NLP Tools

The tools on this page are useful for a variety of text processing tasks, such as converting raw text to a form suitable for FEX, calling CogComp servers to tag text, etc. They are provided here as a convenience for developers and as a courtesy to users of our tools.

These tools are under development and are provided as is; they work on the systems on which they were created, but we make no guarantees that they will work on others. We also will not accept responsibility for any problems that may arise from using these tools.

Verb Tense Changer  

This tool changes the tense of a verb, e.g. from 3rd person singular to present participle.

 

HTML Tag Stripper  

This tool retrieves a page in html format and extracts the text content (by stripping the html tags).
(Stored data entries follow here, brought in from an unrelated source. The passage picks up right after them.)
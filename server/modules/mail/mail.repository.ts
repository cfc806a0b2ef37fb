import { sql } from "drizzle-orm";

import type { UndeliveredMail } from "@shared/schemas/mail";

import type { DbOrTx } from "../../db/client";

type Row = {
  id: string;
  topic: string;
  recipient: string;
  recipient_name: string;
  subject: string;
  status: string;
  attempts: number;
  created_at: Date | string;
  claimed_at: Date | string | null;
  last_error: string | null;
};

const iso = (value: Date | string) => new Date(value).toISOString();

function toMail(row: Row): UndeliveredMail {
  return {
    id: row.id,
    topic: row.topic,
    recipient: row.recipient,
    recipientName: row.recipient_name,
    subject: row.subject,
    status: row.status === "failed" ? "failed" : "uncertain",
    attempts: row.attempts,
    queuedAt: iso(row.created_at),
    lastTriedAt: row.claimed_at === null ? null : iso(row.claimed_at),
    problem: row.last_error,
  };
}

/**
 * An e-mail belongs to the network of the person it was queued for. Rows queued before the
 * outbox named its person fall back to the account that holds the address (never another
 * network's pending invitation to the same address).
 */
const ofNetwork = (networkId: string) =>
  sql`join users u on u.network_id = ${networkId}
        and (u.id = o.recipient_id
             or (o.recipient_id is null and lower(u.email) = lower(o.recipient)
                 and not u.held_elsewhere))`;

/** E-mail of the network that may not have arrived, newest first. */
export async function listUndelivered(
  db: DbOrTx,
  networkId: string,
  limit = 200,
): Promise<UndeliveredMail[]> {
  const result = await db.execute<Row>(sql`
    select o.id, o.topic, o.recipient, u.display_name as recipient_name, o.subject, o.status,
           o.attempts, o.created_at, o.claimed_at, o.last_error
      from outbox o ${ofNetwork(networkId)}
     where o.status in ('uncertain', 'failed')
     order by o.created_at desc
     limit ${limit}`);
  return result.rows.map(toMail);
}

/** One e-mail of the network, locked until the transaction ends; null when not theirs. */
export async function lockMail(
  tx: DbOrTx,
  networkId: string,
  mailId: string,
): Promise<(UndeliveredMail & { rawStatus: string }) | null> {
  const result = await tx.execute<Row>(sql`
    select o.id, o.topic, o.recipient, u.display_name as recipient_name, o.subject, o.status,
           o.attempts, o.created_at, o.claimed_at, o.last_error
      from outbox o ${ofNetwork(networkId)}
     where o.id = ${mailId}
       for update of o`);
  const row = result.rows[0];
  return row ? { ...toMail(row), rawStatus: row.status } : null;
}

/** Back in the queue as if new: the worker sends it with a full set of attempts. */
export async function requeue(tx: DbOrTx, mailId: string): Promise<void> {
  await tx.execute(sql`
    update outbox
       set status = 'pending', attempts = 0, next_attempt_at = now(),
           claimed_at = null, claimed_by = null, last_error = null
     where id = ${mailId}`);
}
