/// A data set with its weights and the flux sums that do not depend on the model, so that the
/// chi^2 of a curve at its best fluxes takes three sums over the curve (see [`CurveSums`]).
struct Weighted<'a> {
    set: &'a DataSet,
    /// `w_i = 1 / sigma_i^2`.
    w: Vec<f64>,
    /// `w_i (F_i - Fbar)`, `Fbar` the weighted mean flux.
    wdf: Vec<f64>,
    /// `sum w_i`.
    sw: f64,
    /// `sum w_i F_i`.
    sf: f64,
    /// `sum w_i (F_i - Fbar)^2`.
    cff: f64,
}

impl<'a> Weighted<'a> {
    fn new(set: &'a DataSet) -> Self {
        let w: Vec<f64> = (0..set.len()).map(|i| set.sigma(i).powi(-2)).collect();
        let sw: f64 = w.iter().sum();
        let sf: f64 = w.iter().zip(&set.flux).map(|(w, f)| w * f).sum();
        let mean = sf / sw;
        let wdf: Vec<f64> = w
            .iter()
            .zip(&set.flux)
            .map(|(w, f)| w * (f - mean))
            .collect();
        let cff = wdf.iter().zip(&set.flux).map(|(d, f)| d * (f - mean)).sum();
        Weighted {
            set,
            w,
            wdf,
            sw,
            sf,
            cff,
        }
    }

    /// chi^2 at the best fluxes of the curve whose sums are `c`: the minimum over `(fs, fb)` of
    /// `sum w_i (F_i - fs A_i - fb)^2`, which is `Cff - Caf^2 / Caa` with the weighted
    /// covariances `Caa = Saa - Sa^2 / Sw`, `Caf = sum w_i A_i (F_i - Fbar)` and `Cff` (the
    /// normal equations of [`super::fluxes::fit_fluxes`] eliminated). A curve without contrast
    /// takes its fallback, `fb = 0`.
    fn chi2(&self, c: &CurveSums) -> f64 {
        let caa = c.saa - c.sa * c.sa / self.sw;
        // fit_fluxes's test `det > 1e-12 Sw Saa`, with det = Sw Caa.
        if caa > 1e-12 * c.saa {
            self.cff - c.caf * c.caf / caa
        } else {
            // fs = Saf / Saa, fb = 0: chi^2 = Sff - Saf^2 / Saa.
            let saf = c.caf + c.sa * self.sf / self.sw;
            let sff = self.cff + self.sf * self.sf / self.sw;
            sff - saf * saf / c.saa
        }
    }
}

/// The model-dependent sums of the flux fit over a curve `A_i`: `Sa = sum w_i A_i`,
/// `Saa = sum w_i A_i^2` and `Caf = sum w_i A_i (F_i - Fbar)`.
#[derive(Debug, Clone, Copy, Default)]
struct CurveSums {
    sa: f64,
    saa: f64,
    caf: f64,
}

impl CurveSums {
    #[inline]
    fn add(&mut self, set: &Weighted, i: usize, a: f64) {
        let wa = set.w[i] * a;
        self.sa += wa;
        self.saa += wa * a;
        self.caf += set.wdf[i] * a;
    }

    fn is_finite(&self) -> bool {
        self.sa.is_finite() && self.saa.is_finite() && self.caf.is_finite()
    }
}

/// Working memory of one thread, reused from trajectory to trajectory.
#[derive(Debug, Default)]
struct Scratch {
    /// Source positions at the data set's times.
    positions: Vec<(f64, f64)>,
    /// The reads of the map with the widest margin in the window's time span (NaN off it).
    on_widest: Vec<f64>,
    /// Whether a point needs the point-source magnification.
    needed: Vec<bool>,
    /// The point-source magnifications (NaN where not needed).
    point: Vec<f64>,
    /// The host's own magnification at the needed points.
    host: Vec<f64>,
    /// chi^2 at each trial rho.
    chi2: Vec<f64>,
}
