/// The map the path needs (none when the continuation serves it all), from the store when it
/// is there, else built and stored.
fn needed_map(
    args: &CurveArgs,
    lens: &crate::lens::LensSystem,
    profile: &SourceProfile,
    points: &[(f64, f64)],
    limit: u64,
) -> Result<Option<MagnificationMap>> {
    let solver = solver_for(lens);
    let point: &dyn PointMagnification = match &solver {
        Some(s) => s,
        None => lens,
    };
    let Some(window) = plan_window(point, profile, points, args.tol, args.pixels_per_rho)? else {
        return Ok(None);
    };
    let engine = map_engine(lens, &window, args.rays, args.tol)?;
    let store = args.store.create()?;
    let key = MapKey::new(lens.clone(), window, engine.name(), engine.density());
    if let Some(map) = store.get(&key)? {
        eprintln!("using stored map {}", store.path_of(&key).display());
        return Ok(Some(map));
    }
    eprintln!(
        "building a map: {0} x {0} pixels over {1} centred on ({2}, {3})",
        window.pixels, window.width, window.center.0, window.center.1
    );
    let map = build_reported(engine.as_ref(), lens, &window, limit)?;
    let file = store.put(&map)?;
    eprintln!("stored {}", file.display());
    Ok(Some(map))
}

/// The output table: `t` when there are times, the samples, and with `flux = (fs, fb, zero
/// point)` the flux and magnitude columns.
pub fn format_csv(
    times: Option<&[f64]>,
    samples: &[crate::curve::Sample],
    flux: Option<(f64, f64, f64)>,
) -> Result<String> {
    let mut out = String::new();
    if times.is_some() {
        out.push_str("t,");
    }
    out.push_str("x,y,magnification,error,method");
    if flux.is_some() {
        out.push_str(",flux,magnitude");
    }
    out.push('\n');
    for (k, s) in samples.iter().enumerate() {
        if let Some(t) = times {
            let _ = write!(out, "{},", fmt_f64(t[k]));
        }
        let _ = write!(
            out,
            "{},{},{},{},{}",
            fmt_f64(s.x),
            fmt_f64(s.y),
            fmt_f64(s.magnification),
            fmt_f64(s.error),
            s.method.name()
        );
        if let Some((fs, fb, zero_point)) = flux {
            let flux = fs * s.magnification + fb;
            if flux <= 0.0 {
                return Err(Error::input(format!(
                    "--fs/--fb: flux {flux} at point {} is not positive (no magnitude)",
                    k + 1
                )));
            }
            let mag = zero_point - 2.5 * flux.log10();
            let _ = write!(out, ",{},{}", fmt_f64(flux), fmt_f64(mag));
        }
        out.push('\n');
    }
    Ok(out)
}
Sentence Segmentation tool  

This sentence segmentation tool reads plain text and rewrites it with one sentence per line.

 

Word Splitter  

The word splitter is a segmentation script that reads plain text (one sentence per line) and outputs the words with spaces between every word and punctuation mark (this format is need by tools such as the POS-tagger).

FEX input preprocessor: chunks to columns  

This tool takes text output from the shallow parser (chunker) and converts it to column format.

 

Snow Statistics Summarizer  

This tool summarizes SNoW output statistics for each label in a given task.

Collins Parser / FEX Translators  

These tools convert column format data to the format required by Collins' Parser, and the output of the Collins' Parser to a column format similar to that used by FEX.

 

Preprocessor  

This tool takes plain text and adds POS, Shallow Parse and Named Entity tags.

F1 calculator (Shallow Parser)  

These scripts calculate precision, recall and F1 values for bracketed data (Shallow Parser format).

 

FEX lexicon pruner  

The lexicon pruner removes redundant entries in FEX's lexicon file.

Bibfile Sorter  

This tool sorts bibitems in a bibfile.

 

SNoW Tuner  

This script will try every combination of the parameter settings you give it, training a SNoW network and evaluating it on a test set. The parameters that gave the best performance are reported.